En la oración, por tanto, debe acompañarnos constantemente con una confianza humilde y una sospecha legítima de que quizás no siempre somos capaces de pedir cosas buenas según la visión de Dios y, en consecuencia, puede suceder, y sucede, que la respuesta de Dios a nuestras oraciones no coincide con nuestras peticiones. Después de todo, la primera razón de nuestra oración es siempre la que Jesús mismo nos sugirió en el Padre Nuestro, es decir, que la santísima voluntad de Dios se cumpla en nosotros. Jesús mismo, en el drama de su agonía en Getsemaní, invoca al Padre de esta manera: «Padre mío, si es posible, aleja de mí este cáliz, pero no se haga como yo quiero, sino como quieres tú.» Que «como desees», referido a Dios, resuene con confianza al final de cada petición que hagamos, ¡incluso la más urgente!

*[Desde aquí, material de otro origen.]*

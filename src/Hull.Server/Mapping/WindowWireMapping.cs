using Hull.Core.Windows;
using Hull.Protos.V1;
using CoreWindow = Hull.Core.Windows.StabilityWindow;
using CoreVertex = Hull.Core.Windows.WindowVertex;
using WireWindow = Hull.Protos.V1.StabilityWindow;
using WireVertex = Hull.Protos.V1.WindowVertex;

namespace Hull.Server.Mapping;

/// <summary>Windows, slices and dopant limits from the science layer to the wire.</summary>
public static class WindowWireMapping
{
    public static WireWindow ToWire(CoreWindow window, string formulaAsStored, string chemicalSystem, WindowGasMapping.Display? gas = null)
    {
        var wire = new WireWindow
        {
            EntryId = window.Compound.Id,
            Formula = formulaAsStored,
            ChemicalSystem = chemicalSystem,
            Kind = ToWire(window.Kind),
            Dimension = window.Dimension,
            EnergyAboveHullEvPerAtom = window.Compound.EnergyAboveHullEvPerAtom,
            Decomposition = WireMapping.ToWire(window.Compound.Decomposition),
        };
        wire.Elements.AddRange(window.Elements);
        if (window.LoweredByEvPerAtom is double lowered) wire.LoweredByEvPerAtom = lowered;
        wire.CoexistingPhaseIds.AddRange(window.CoexistingPhases.Select(p => p.Id));
        wire.Vertices.AddRange(window.Vertices.Select(v => ToWire(v, window.Elements, gas)));
        if (window.Size is { } size)
        {
            wire.Size = new Protos.V1.WindowSize
            {
                Dimension = size.Dimension,
                MeasureInPlaneEvPowK = size.MeasureInPlaneEvPowK,
                ProjectedMeasureEvPowK = size.ProjectedMeasureEvPowK,
            };
            wire.Size.ProjectionElements.AddRange(size.ProjectionElements);
        }

        foreach (Core.Windows.ElementExtremes e in window.Extremes)
        {
            var extremes = new Protos.V1.ElementExtremes { Element = e.Element, HighestEv = e.HighestEv, LowestEv = e.LowestEv };
            extremes.HighestAtVertices.AddRange(e.HighestAtVertices);
            extremes.LowestAtVertices.AddRange(e.LowestAtVertices);
            wire.Extremes.Add(extremes);
        }

        return wire;
    }

    public static WireVertex ToWire(CoreVertex vertex, IReadOnlyList<string> elements, WindowGasMapping.Display? gas = null)
    {
        var wire = new WireVertex();
        wire.ChemicalPotentialsEv.AddRange(vertex.ChemicalPotentialsEv);
        wire.LimitingPhaseIds.AddRange(vertex.LimitingPhases.Select(p => p.Id));
        wire.ElementsAtReference.AddRange(vertex.ElementsAtReference);
        for (int i = 0; i < elements.Count; i++)
        {
            if (Core.Windows.IonVoltage.TryGetChargeNumber(elements[i], out int z))
            {
                wire.Voltages.Add(new Protos.V1.IonVoltage
                {
                    Element = elements[i],
                    ChargeNumber = z,
                    VoltsAgainstMetal = Core.Windows.IonVoltage.VoltsAgainstMetal(vertex.ChemicalPotentialsEv[i], z),
                });
            }
        }

        if (gas is not null) wire.GasConditions.AddRange(WindowGasMapping.ToWire(elements, vertex.ChemicalPotentialsEv, gas));
        return wire;
    }

    public static Protos.V1.DopantLimit ToWire(Core.Windows.DopantLimit limit, WindowGasMapping.Display? gas = null)
    {
        var wire = new Protos.V1.DopantLimit { Dopant = limit.Dopant, DopantPhaseCount = limit.DopantPhaseCount };
        wire.ExtendedElements.AddRange(limit.ExtendedElements);
        if (limit.Exists)
        {
            wire.OverallMaxEv = limit.OverallMaxEv;
            wire.OverallLimitingPhaseIds.AddRange(limit.OverallLimitingPhases.Select(p => p.Id));
        }

        foreach (Core.Windows.HostVertexDopantLimit v in limit.PerHostVertex)
        {
            var row = new Protos.V1.HostVertexDopantLimit
            {
                HostVertex = v.HostVertex,
                MaxDopantPotentialEv = v.MaxDopantPotentialEv,
                DopantAtReference = v.DopantAtReference,
            };
            row.LimitingPhaseIds.AddRange(v.LimitingPhases.Select(p => p.Id));
            wire.PerHostVertex.Add(row);
        }

        wire.ExtendedVertices.AddRange(limit.ExtendedVertices.Select(v => ToWire(v, limit.ExtendedElements, gas)));
        return wire;
    }

    private static Protos.V1.WindowKind ToWire(Core.Windows.WindowKind kind) => kind switch
    {
        Core.Windows.WindowKind.Full => Protos.V1.WindowKind.Full,
        Core.Windows.WindowKind.LowerDimensional => Protos.V1.WindowKind.LowerDimensional,
        Core.Windows.WindowKind.Lowered => Protos.V1.WindowKind.Lowered,
        Core.Windows.WindowKind.AboveHull => Protos.V1.WindowKind.AboveHull,
        _ => Protos.V1.WindowKind.Unspecified,
    };
}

«Todos vosotros, padres y abuelos, que estáis aquí, cuando el hijo o el nieto piden algo, tiene hambre, pide y pide, luego llora, grita, tiene hambre: “¿Qué padre hay entre vosotros que, si su hijo le pide un pez, en lugar de un pez le da una culebra?”. Y todos vosotros tenéis la experiencia cuando el niño pide, vosotros le dais de comer y todo lo que pide por el bien de él. Con estas palabras, Jesús nos hace entender que Dios siempre responde, que ninguna oración quedará sin ser escuchada, ¿por qué? Porque es un Padre, y no olvida a sus hijos que sufren. Por supuesto, estas declaraciones nos ponen en crisis, porque muchas de nuestras oraciones parecen no obtener ningún resultado.»
(Homilía de S.S. Francisco, 9 de enero de 2019).

Diálogo con Cristo

Ésta es la parte más importante de tu oración, disponte a platicar con mucho amor con Aquel que te ama.

Propósito

Proponte uno personal. El que más amor implique en respuesta al Amado… o, si crees que es lo que Dios te pide, vive lo que se te sugiere a continuación.

Voy a reconocer que soy alguien necesitado de la providencia de Dios abandonándome en la infinita bondad de su divina voluntad.

Despedida

Te damos gracias, Señor, por todos tus beneficios, a Ti que vives y reinas por los siglos de los siglos.

Amén.

¡Cristo, Rey nuestro!
¡Venga tu Reino!

Virgen prudentísima, María, Madre de la Iglesia.
Ruega por nosotros.

En el nombre del Padre y del Hijo y del Espíritu Santo. Amén.